### Description of the task
Reply with one number, the count of lines below that contain the string "Repeat".

-- Provided information follows --

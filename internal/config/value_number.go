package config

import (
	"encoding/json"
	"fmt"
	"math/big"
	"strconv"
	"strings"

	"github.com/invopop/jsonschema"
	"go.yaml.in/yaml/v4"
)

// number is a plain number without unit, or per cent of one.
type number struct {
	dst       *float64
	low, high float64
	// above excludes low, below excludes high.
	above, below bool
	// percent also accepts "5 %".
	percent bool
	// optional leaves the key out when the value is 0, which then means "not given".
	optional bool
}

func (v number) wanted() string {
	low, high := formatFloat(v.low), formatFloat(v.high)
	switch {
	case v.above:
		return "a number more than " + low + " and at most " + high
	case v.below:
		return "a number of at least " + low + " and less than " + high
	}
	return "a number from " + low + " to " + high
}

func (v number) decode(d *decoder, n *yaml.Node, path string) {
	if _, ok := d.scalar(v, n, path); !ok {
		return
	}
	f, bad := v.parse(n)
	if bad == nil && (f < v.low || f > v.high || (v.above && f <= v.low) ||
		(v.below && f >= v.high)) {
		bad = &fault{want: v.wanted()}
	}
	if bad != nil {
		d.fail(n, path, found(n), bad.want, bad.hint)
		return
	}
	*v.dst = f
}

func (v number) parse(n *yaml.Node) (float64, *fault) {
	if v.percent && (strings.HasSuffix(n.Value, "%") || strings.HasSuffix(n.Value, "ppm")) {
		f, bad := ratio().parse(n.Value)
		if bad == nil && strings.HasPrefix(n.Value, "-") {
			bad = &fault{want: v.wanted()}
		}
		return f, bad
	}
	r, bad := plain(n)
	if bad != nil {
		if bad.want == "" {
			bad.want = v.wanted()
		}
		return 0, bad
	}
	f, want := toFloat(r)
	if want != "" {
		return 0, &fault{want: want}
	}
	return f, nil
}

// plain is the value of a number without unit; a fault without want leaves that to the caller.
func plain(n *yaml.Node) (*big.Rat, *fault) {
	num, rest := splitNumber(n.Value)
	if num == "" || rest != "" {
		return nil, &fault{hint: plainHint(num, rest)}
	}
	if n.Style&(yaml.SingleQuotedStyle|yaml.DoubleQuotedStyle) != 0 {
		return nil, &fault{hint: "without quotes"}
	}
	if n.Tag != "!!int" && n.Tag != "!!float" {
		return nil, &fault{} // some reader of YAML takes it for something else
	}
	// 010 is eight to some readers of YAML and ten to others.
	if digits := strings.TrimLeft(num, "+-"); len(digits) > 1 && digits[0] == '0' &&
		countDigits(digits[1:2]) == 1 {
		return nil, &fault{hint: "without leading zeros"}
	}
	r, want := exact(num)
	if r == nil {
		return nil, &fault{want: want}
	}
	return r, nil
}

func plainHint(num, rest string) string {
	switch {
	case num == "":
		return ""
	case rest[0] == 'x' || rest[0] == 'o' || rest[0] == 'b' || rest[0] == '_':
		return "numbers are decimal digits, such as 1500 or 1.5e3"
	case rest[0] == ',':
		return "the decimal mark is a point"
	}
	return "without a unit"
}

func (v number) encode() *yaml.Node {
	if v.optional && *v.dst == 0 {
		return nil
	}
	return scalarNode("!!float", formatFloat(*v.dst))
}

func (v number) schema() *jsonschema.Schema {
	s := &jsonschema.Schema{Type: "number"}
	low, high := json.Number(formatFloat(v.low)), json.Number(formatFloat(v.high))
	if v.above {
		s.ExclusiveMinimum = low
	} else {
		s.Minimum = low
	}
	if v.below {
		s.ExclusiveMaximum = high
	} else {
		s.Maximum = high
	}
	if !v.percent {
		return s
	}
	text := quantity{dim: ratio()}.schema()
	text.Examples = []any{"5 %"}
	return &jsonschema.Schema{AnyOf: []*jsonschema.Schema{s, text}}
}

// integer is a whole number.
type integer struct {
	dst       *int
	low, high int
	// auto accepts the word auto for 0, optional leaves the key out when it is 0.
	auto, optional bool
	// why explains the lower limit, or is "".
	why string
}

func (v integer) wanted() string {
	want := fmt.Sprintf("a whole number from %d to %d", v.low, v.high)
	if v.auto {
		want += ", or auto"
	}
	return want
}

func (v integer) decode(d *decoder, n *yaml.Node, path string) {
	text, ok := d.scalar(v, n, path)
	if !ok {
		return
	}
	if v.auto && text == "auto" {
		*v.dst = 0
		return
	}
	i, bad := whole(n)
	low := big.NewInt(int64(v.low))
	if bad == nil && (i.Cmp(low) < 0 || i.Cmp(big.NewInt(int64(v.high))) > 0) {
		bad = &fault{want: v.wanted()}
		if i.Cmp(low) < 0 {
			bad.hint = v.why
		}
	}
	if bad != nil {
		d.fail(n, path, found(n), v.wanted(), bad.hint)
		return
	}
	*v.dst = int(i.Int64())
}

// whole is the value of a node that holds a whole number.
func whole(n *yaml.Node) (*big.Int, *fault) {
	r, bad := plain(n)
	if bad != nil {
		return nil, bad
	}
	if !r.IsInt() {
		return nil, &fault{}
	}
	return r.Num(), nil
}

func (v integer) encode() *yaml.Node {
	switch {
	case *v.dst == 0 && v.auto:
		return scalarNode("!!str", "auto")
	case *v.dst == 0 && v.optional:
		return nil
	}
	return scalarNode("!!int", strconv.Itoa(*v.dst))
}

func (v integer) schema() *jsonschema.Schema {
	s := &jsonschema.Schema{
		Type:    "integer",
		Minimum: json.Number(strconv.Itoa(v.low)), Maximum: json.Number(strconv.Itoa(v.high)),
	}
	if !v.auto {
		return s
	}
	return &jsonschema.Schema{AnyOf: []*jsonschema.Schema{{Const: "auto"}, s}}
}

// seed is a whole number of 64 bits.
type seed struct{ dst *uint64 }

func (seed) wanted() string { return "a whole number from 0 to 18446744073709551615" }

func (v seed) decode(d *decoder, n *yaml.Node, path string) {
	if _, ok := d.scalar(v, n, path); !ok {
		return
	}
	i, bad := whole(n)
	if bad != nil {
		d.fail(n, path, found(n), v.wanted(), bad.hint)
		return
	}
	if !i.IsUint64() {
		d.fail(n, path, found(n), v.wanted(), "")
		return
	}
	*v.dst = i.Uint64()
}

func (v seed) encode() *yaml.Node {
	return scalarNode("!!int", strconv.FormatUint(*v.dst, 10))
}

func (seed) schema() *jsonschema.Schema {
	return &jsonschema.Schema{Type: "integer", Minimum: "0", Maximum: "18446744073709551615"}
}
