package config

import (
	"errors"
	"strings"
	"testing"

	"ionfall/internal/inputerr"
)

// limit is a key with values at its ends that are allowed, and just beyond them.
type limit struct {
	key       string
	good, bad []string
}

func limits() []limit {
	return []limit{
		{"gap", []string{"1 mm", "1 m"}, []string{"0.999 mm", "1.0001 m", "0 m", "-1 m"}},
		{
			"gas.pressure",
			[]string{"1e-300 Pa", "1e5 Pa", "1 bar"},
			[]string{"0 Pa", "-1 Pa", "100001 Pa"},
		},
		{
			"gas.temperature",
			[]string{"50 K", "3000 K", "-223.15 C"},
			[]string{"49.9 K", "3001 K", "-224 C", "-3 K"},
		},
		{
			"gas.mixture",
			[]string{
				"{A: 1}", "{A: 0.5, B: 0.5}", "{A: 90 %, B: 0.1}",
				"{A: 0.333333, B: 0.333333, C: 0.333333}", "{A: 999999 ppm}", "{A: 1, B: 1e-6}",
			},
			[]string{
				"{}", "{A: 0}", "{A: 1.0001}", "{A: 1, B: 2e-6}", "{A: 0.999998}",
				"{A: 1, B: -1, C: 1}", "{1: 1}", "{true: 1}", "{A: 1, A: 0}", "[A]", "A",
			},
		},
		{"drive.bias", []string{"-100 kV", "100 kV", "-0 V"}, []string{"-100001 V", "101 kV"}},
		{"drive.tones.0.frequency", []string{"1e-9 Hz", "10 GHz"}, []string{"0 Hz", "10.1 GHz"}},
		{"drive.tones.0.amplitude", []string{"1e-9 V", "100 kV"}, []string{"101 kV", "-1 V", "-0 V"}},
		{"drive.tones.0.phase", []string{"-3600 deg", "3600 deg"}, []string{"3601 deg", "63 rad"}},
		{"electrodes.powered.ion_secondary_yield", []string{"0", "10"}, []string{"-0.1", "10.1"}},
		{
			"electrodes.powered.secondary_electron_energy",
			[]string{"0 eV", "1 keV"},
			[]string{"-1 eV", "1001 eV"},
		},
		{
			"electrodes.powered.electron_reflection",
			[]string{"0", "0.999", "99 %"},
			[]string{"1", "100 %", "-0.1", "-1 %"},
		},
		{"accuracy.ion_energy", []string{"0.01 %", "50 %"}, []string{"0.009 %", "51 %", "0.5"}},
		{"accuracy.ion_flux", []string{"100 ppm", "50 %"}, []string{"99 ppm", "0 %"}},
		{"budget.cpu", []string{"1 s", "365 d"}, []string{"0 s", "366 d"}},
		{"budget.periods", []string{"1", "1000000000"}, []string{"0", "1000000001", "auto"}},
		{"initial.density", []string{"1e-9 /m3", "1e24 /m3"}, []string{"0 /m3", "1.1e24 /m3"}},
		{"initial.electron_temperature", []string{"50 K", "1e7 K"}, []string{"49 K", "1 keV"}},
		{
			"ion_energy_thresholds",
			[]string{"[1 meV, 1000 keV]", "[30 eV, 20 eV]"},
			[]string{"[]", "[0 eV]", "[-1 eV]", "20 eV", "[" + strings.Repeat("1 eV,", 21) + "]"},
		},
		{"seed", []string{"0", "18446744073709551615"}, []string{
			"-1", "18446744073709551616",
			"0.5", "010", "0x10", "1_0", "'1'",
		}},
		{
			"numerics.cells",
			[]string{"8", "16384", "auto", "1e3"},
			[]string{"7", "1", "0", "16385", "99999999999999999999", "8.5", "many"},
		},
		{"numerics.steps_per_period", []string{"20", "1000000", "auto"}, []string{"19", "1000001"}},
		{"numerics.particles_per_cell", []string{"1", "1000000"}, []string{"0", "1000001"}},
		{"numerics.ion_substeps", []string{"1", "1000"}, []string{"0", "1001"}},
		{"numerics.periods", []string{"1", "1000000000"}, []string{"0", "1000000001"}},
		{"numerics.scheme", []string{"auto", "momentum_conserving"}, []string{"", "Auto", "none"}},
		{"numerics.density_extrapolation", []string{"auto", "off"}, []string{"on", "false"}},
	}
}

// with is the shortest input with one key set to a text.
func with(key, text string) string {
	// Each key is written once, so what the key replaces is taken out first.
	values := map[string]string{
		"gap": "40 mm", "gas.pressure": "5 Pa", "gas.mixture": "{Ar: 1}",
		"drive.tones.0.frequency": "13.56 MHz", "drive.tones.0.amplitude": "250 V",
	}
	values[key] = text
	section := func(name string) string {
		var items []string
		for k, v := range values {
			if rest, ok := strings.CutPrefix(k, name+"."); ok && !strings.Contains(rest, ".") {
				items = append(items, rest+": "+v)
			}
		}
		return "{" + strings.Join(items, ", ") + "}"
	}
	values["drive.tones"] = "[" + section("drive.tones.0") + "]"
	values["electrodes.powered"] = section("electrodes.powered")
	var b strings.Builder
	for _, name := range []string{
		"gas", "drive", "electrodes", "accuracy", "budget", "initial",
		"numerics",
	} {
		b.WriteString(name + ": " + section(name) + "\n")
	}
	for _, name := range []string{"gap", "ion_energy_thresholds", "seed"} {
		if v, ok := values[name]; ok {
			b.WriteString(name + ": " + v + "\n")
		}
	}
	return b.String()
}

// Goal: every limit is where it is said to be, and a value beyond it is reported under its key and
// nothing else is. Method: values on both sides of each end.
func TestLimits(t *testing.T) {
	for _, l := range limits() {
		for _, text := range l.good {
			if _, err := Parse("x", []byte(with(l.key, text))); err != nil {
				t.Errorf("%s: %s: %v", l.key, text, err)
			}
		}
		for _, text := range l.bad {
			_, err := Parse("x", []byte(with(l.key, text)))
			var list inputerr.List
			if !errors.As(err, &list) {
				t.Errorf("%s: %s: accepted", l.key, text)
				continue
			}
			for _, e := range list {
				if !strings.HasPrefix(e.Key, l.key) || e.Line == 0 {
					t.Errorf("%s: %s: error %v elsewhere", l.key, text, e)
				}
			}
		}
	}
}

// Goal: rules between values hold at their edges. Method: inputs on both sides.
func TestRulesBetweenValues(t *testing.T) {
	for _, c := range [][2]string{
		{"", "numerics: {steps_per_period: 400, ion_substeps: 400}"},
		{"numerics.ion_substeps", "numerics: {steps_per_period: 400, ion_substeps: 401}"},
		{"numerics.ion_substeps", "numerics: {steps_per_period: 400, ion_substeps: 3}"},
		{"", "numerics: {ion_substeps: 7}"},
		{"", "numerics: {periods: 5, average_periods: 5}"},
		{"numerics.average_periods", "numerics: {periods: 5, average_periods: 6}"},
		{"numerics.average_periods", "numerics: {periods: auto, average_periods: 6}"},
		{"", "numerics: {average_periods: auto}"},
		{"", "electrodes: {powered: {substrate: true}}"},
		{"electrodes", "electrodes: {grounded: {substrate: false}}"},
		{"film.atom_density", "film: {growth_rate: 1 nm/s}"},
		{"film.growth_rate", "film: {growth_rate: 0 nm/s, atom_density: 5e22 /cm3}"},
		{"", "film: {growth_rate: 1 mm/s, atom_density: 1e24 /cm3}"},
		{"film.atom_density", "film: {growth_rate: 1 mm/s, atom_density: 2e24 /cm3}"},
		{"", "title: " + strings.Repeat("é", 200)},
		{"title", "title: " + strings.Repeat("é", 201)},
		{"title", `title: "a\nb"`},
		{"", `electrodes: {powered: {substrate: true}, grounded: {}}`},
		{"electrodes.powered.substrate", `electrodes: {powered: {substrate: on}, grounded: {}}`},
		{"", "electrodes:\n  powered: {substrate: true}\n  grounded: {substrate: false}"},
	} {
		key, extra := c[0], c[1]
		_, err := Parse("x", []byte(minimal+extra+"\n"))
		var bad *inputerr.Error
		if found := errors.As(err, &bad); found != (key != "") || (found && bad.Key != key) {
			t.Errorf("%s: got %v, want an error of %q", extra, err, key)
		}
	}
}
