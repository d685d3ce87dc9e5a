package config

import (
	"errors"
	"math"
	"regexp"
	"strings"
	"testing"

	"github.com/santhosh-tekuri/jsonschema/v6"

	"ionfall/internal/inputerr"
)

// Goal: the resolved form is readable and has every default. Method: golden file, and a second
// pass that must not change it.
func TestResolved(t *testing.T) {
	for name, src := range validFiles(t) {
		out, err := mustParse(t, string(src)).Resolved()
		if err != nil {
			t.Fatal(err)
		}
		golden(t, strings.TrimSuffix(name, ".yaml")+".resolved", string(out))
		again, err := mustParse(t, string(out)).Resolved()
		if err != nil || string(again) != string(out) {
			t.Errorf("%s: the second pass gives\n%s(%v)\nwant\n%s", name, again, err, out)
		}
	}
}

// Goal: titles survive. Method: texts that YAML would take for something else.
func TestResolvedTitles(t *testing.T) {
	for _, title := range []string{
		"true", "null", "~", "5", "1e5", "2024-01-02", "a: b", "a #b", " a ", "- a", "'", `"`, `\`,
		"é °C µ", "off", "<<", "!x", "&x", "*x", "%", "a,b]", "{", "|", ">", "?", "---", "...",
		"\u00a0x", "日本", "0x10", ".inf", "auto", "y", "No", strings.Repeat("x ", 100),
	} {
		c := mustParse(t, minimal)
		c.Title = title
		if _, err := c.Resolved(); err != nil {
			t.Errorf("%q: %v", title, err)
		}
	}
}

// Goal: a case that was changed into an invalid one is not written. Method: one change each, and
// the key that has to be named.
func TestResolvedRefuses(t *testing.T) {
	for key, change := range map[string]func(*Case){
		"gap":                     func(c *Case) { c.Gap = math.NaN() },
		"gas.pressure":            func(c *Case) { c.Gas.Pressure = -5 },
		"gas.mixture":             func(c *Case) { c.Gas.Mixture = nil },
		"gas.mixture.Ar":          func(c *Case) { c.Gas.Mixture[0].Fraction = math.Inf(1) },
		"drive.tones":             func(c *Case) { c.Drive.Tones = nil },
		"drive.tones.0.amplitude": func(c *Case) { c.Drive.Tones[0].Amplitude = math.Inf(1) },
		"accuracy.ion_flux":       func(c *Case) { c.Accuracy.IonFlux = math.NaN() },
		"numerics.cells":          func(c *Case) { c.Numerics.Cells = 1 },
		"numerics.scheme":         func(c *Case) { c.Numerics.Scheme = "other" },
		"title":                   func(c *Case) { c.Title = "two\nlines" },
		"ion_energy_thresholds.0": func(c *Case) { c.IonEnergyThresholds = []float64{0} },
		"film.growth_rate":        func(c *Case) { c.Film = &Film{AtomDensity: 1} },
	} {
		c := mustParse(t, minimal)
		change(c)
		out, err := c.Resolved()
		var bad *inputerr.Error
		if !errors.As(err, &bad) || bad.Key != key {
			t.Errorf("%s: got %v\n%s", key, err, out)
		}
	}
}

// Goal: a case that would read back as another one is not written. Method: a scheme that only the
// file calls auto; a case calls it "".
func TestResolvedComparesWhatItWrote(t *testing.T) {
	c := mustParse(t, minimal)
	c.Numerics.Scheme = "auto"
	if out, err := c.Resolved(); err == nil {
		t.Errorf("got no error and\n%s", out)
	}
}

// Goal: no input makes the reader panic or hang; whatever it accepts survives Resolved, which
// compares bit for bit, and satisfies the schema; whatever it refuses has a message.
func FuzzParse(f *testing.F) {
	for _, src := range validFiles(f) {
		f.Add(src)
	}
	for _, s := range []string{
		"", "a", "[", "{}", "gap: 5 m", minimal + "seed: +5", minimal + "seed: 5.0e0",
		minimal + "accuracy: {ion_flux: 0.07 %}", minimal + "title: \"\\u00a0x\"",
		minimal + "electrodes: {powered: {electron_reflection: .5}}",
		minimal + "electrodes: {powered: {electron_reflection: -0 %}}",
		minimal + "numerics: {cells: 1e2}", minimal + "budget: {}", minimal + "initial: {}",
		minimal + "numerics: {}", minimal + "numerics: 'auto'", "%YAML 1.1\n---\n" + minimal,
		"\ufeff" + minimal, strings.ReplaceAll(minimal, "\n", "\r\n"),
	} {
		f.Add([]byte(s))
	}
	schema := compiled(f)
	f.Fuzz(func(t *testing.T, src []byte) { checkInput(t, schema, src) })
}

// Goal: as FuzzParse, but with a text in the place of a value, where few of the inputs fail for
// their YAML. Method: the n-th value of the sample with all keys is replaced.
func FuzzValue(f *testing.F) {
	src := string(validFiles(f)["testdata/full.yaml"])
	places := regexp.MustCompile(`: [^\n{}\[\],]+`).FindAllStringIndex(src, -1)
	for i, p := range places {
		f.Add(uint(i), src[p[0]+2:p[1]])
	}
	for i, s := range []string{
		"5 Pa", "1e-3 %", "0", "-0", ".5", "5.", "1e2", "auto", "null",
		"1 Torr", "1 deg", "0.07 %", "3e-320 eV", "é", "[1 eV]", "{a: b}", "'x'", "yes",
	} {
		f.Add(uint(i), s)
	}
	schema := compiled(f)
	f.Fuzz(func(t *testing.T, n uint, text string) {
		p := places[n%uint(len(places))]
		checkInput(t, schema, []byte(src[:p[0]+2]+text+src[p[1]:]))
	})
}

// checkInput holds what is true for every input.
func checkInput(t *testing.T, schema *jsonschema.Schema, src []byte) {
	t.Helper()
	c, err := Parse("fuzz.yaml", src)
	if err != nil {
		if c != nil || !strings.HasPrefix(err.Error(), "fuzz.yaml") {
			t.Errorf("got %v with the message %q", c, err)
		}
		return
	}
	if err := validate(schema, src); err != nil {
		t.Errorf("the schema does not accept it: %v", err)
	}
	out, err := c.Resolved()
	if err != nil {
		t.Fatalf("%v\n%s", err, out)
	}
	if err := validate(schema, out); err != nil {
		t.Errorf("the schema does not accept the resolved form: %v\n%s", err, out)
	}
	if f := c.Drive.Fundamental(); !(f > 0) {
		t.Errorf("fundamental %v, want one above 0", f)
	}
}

-- Provided information concluded --

### Result of the task
4